Biden’s chief of staff, Ron Klain, also called on the Trump administration to open the door to the transition team.

“Joe Biden’s going to become president of the United States in the midst of an ongoing crisis,” Klain said on NBC’s “Meet the Press.” “That has to be a seamless transition.”

“We now have the possibility ... of a vaccine,” he went on. “There are people at HHS making plans to implement that vaccine. Our experts need to talk to those people as soon as possible so nothing drops in this change of power we’re going to have on January 20th.”

Biden’s transition hopes the GSA recognizes Biden as president-elect this week, Klain said, “so we can start to ... meet with these vaccine officials.”

Asked on ABC’s “This Week” whether the Biden transition team should be allowed contact with health officials, the Trump administration’s coronavirus testing czar, Brett Giroir, replied: “This is an issue of public health and saving American lives. There’s nothing more important than that.”

The transition team is “ready to go,” Atul Gawande, a member of Biden’s coronavirus advisory board, replied on the show. “It is in the nation’s interests that the transition team get the threat assessments that the team knows about, understand the vaccine distribution plans.”

“We need to know where the stockpiles are, what the status is of masks and gloves,” he went on. “There’s a lot of information that needs to be transmitted. You can hear in Admiral Giroir’s voice: The doctors and scientists want to give us that information. It is vital.”

Gov. Mike DeWine of Ohio, a Republican, said on Sunday that while “the president has every right to go into court” to contend election results, “we also need to begin that process” of handing over power.

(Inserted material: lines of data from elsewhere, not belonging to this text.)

class Checkpoint:
    """The evaluation record of one tuning job, saved to ``folder/checkpoint.npz``.

    Parameters
    ----------
    folder : path
        The run's output folder (created if missing).
    identity : dict
        What makes the run the run: model, options, seed. Stored, and compared
        on resume.
    every : float, default=30
        Seconds between checkpoints within a stage (stage ends always write one).
        ``0`` writes at stage ends only.
    resume : bool, default=False
        Continue from the checkpoint in ``folder``.
    """

    def __init__(self, folder, identity: dict, *, every: float = DEFAULT_EVERY, resume: bool = False, clock=time.monotonic):
        self.folder = Path(folder)
        self.path = self.folder / FILE_NAME
        self.identity = json.loads(_identity_json(identity))
        if every < 0 or not np.isfinite(every):
            raise WalktuneError(f"the checkpoint interval must be a number of seconds >= 0; got {every}.")
        self.every = float(every)
        self.clock = clock
        self.stop_signal: int | None = None
        self.stage = None
        self.snapshot: dict = {}
        self._sizes: list = []
        self._prints: list = []
        self._seconds: list = []
        self._busy: list = []
        self._values: list = []
        self._errors: dict = {}
        self._error_keys = np.empty(0, dtype=np.int64)
        self._replay = 0  # batches of the loaded record still to replay
        self._spot_batches: set = set()  # recorded batches evaluated again on replay
        self._cursor = 0  # next batch to replay
        self._value_offset = 0
        self._saved_batches = 0
        self._last_save = clock()
        self.resumed_evaluations = 0
        self.spot_checked = 0  # evaluations repeated on resume to check the model (see spot_check_batches)
        self._lock = None
        if resume:
            self._hold_folder()
            self._load()

    # ------------------------------------------------------------------ loading
    def _load(self) -> None:
        meta, arrays = _read(self.path)
        stored = meta.get("identity", {})
        for key in sorted(set(stored) | set(self.identity)):
            if stored.get(key) != self.identity.get(key):
                raise WalktuneError(
                    f"the checkpoint in {self.folder} is of another run: its {key} is {stored.get(key)!r}, "
                    f"this run's is {self.identity.get(key)!r}. Resume with the same model and options, "
                    "or start a new run with another --out."
                )
        sizes = arrays["batch_sizes"].astype(int)
        values = arrays["values"]
        offsets = np.r_[0, np.cumsum(sizes)]
        self._sizes = sizes.tolist()
        self._prints = arrays["fingerprints"].tolist()
        self._seconds = arrays["seconds"].tolist()
        self._busy = arrays["busy"].tolist()
        self._values = [values[offsets[i] : offsets[i + 1]] for i in range(len(sizes))]
        for index, text in zip(arrays["error_index"].tolist(), arrays["error_text"]):
            self._errors[int(index)] = text
        self._error_keys = np.array(sorted(self._errors), dtype=np.int64)
        self._replay = len(sizes)
        self._spot_batches = spot_check_batches(sizes, self._error_keys, offsets)
        self._saved_batches = len(sizes)
        self.resumed_evaluations = int(offsets[-1])
        self.stage = meta.get("stage")

    @property
    def evaluations(self) -> int:
        """Evaluations in the record (recorded before a resume, and since)."""
        return self._value_offset if self._cursor >= self._replay else self.resumed_evaluations

    # ------------------------------------------------------------------ recording
    def request_stop(self, signum: int = 0) -> None:
        """Ask the job to stop before its next live evaluation (safe to call from a signal handler)."""
        self.stop_signal = int(signum)

    def raise_stop(self) -> None:
        """Save and raise :class:`Interrupted` for the stop requested."""
        stop = Interrupted(self.stop_signal or 0)
        stop.checkpoint = self.save()  # while replaying, the checkpoint on disk is already complete
        raise stop

    def evaluate(self, points: np.ndarray, evaluator) -> tuple[BatchResult, float, float]:
        """Answer a batch from the record, or evaluate it live and record it.

        Returns the result, the wall seconds and the worker-busy seconds.
        """
        if self.stop_signal is not None:
            self.raise_stop()
        if self._cursor < self._replay:
            i = self._cursor
            n = points.shape[0]
            if n != self._sizes[i] or fingerprint(points) != self._prints[i]:
                raise WalktuneError(
                    f"the resumed run left the checkpoint's record at evaluation {self._value_offset + 1}: the model, "
                    "its options, walktune's version or the machine differ from the run that wrote it (numerical "
                    "libraries may round differently on another processor). Resume where the run started; the "
                    f"checkpoint in {self.folder} was left as it is."
                )
            lo, hi = np.searchsorted(self._error_keys, [self._value_offset, self._value_offset + n])
            errors = {int(k) - self._value_offset: self._errors[int(k)] for k in self._error_keys[lo:hi]}
            if i in self._spot_batches:
                self._spot_check(points, evaluator, i)
            self._cursor += 1
            self._value_offset += n
            return BatchResult(self._values[i].copy(), errors), self._seconds[i], self._busy[i]
        t0 = time.perf_counter()
        result = evaluator(points)
        seconds = time.perf_counter() - t0
        busy = float(getattr(result, "busy_seconds", 0.0) or 0.0)
        values = np.array(result.values, dtype=float)
        for k, text in result.errors.items():
            self._errors[self._value_offset + int(k)] = text
        self._sizes.append(points.shape[0])
        self._prints.append(fingerprint(points))
        self._seconds.append(seconds)
        self._busy.append(busy)
        self._values.append(values)
        self._cursor += 1
        self._value_offset += points.shape[0]
        if self.every > 0 and self.clock() - self._last_save >= self.every:
            self.save()
        return BatchResult(values.copy(), dict(result.errors)), seconds, busy

    def _spot_check(self, points: np.ndarray, evaluator, batch: int) -> None:
        """Evaluate a recorded batch again: the replay answers from the record and never calls the
        model, so this is what tells that the model (its code or its data) changed."""
        again = evaluator(points)
        self.spot_checked += points.shape[0]
        recorded = self._values[batch]
        values = np.asarray(again.values, dtype=float)
        differ = ~((values == recorded) | (np.isnan(values) & np.isnan(recorded)))
        differ[list(again.errors)] = True
        if differ.any():
            j = int(np.flatnonzero(differ)[0])
            where = "the start point" if batch == 0 else f"evaluation {self._value_offset + j + 1}"
            now = "an error" if j in again.errors else repr(float(values[j]))
            raise WalktuneError(
                f"the log-density now gives {now} at {where} where the run checkpointed in {self.folder} "
                f"recorded {float(recorded[j])!r}: the model or its data changed since. Resume with the same model "
                "and data, or start a new run elsewhere; the checkpoint was left as it is."
            )

    def stage_ended(self, stage: str, snapshot: dict | None = None) -> None:
        """Note a finished stage (and the job's partial advice then) and write a checkpoint if anything
        new was evaluated."""
        self.stage = stage
        if snapshot is not None:
            self.snapshot = snapshot
        self.save()

    # ------------------------------------------------------------------ saving
    def save(self) -> Path | None:
        """Write the checkpoint atomically, when the record grew since the last write."""
        if len(self._sizes) <= self._saved_batches:
            return self.path if self.path.exists() else None
        from . import __version__

        errors = sorted(self._errors.items())
        arrays = {
            "batch_sizes": np.asarray(self._sizes, dtype=np.int64),
            "fingerprints": np.asarray(self._prints, dtype=np.uint64),
            "seconds": np.asarray(self._seconds, dtype=float),
            "busy": np.asarray(self._busy, dtype=float),
            "values": np.concatenate(self._values) if self._values else np.empty(0),
            "error_index": np.asarray([k for k, _ in errors], dtype=np.int64),
            "error_text": [t for _, t in errors],
        }
        meta = {
            "schema": SCHEMA,
            "walktune_version": __version__,
            "identity": self.identity,
            "stage": self.stage,
            "evaluations": int(arrays["values"].shape[0]),
            "saved_at": time.strftime("%Y-%m-%dT%H:%M:%S%z"),
            "snapshot": self.snapshot,
            "digest": _digest(arrays),
        }
        buffer = io.BytesIO()
        np.savez(buffer, meta=np.array(json.dumps(meta, allow_nan=True, default=str)),
                 **{**arrays, "error_text": np.array(arrays["error_text"], dtype=str)})
        self._hold_folder()
        atomic_write_bytes(self.path, buffer.getvalue())
        self._saved_batches = len(self._sizes)
        self._last_save = self.clock()
        return self.path

    def _hold_folder(self) -> None:
        """Lock the folder for this process (released when it exits, however it exits), and clear
        temporary files that an exit in the middle of a write left behind (:mod:`walktune.outputs`)."""
        if self._lock is None:
            self._lock = FolderLock(self.folder).acquire()

    def release(self) -> None:
        """Let go of this checkpoint's hold on the folder (done anyway when the process exits)."""
        if self._lock is not None:
            self._lock.release()
            self._lock = None

    def remove(self) -> None:
        """Delete the checkpoint once the run's results are written, and unlock the folder."""
        self.path.unlink(missing_ok=True)
        self.release()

DeWine’s remarks reflected the tightrope many Republicans have been walking, acknowledging to varying degrees that Biden is the winner but declining to condemn Trump’s increasingly futile efforts to prove he will come out on top.

Trump has “every right to bring any kind of evidence that he has,” DeWine said on CNN’s “State of the Union.” “And no one should begrudge him that or say that there is anything irregular about that.”

“On the other hand, it’s clear that, certainly based on what we know now, that Joe Biden is the president-elect,” he went on. “And that transition, for the country’s sake, it’s important for a normal transition to start through.”

Arkansas’ Republican governor, Asa Hutchinson, echoed DeWine, saying on NBC’s “Meet the Press” that he expected Biden “to be the next president” and calling one of Trump’s tweets on Sunday “the start of an acknowledgment.”

“During times of transition, our enemies have an opportunity to try to take advantage of us,” Hutchinson said, “and we want to make sure that there is a smooth transition, particularly when it comes to the vaccine distribution, the coronavirus, that everybody understands what we’re doing there and what the plan is for the future.”

Sen. Bernie Sanders (I-Vt.), who is considered a candidate for Biden’s Cabinet, called the fact that Trump refuses to concede “absolutely disgraceful.”

“Trump will have the distinction of doing more than any person in the history of this country in undermining American democracy,” Sanders said on CNN. “The fact that he is not even cooperating in the transition, the fact that he continues to deny reality and continue to suggest that Biden has illegally won the election, is beyond belief in terms of behavior for an American president.”

The last time Trump attended a meeting of the White House’s coronavirus task force was “several months ago,” Fauci said on Sunday. Speaking on ABC’s “This Week,” Giroir confirmed that Trump had not attended a meeting in at least five months.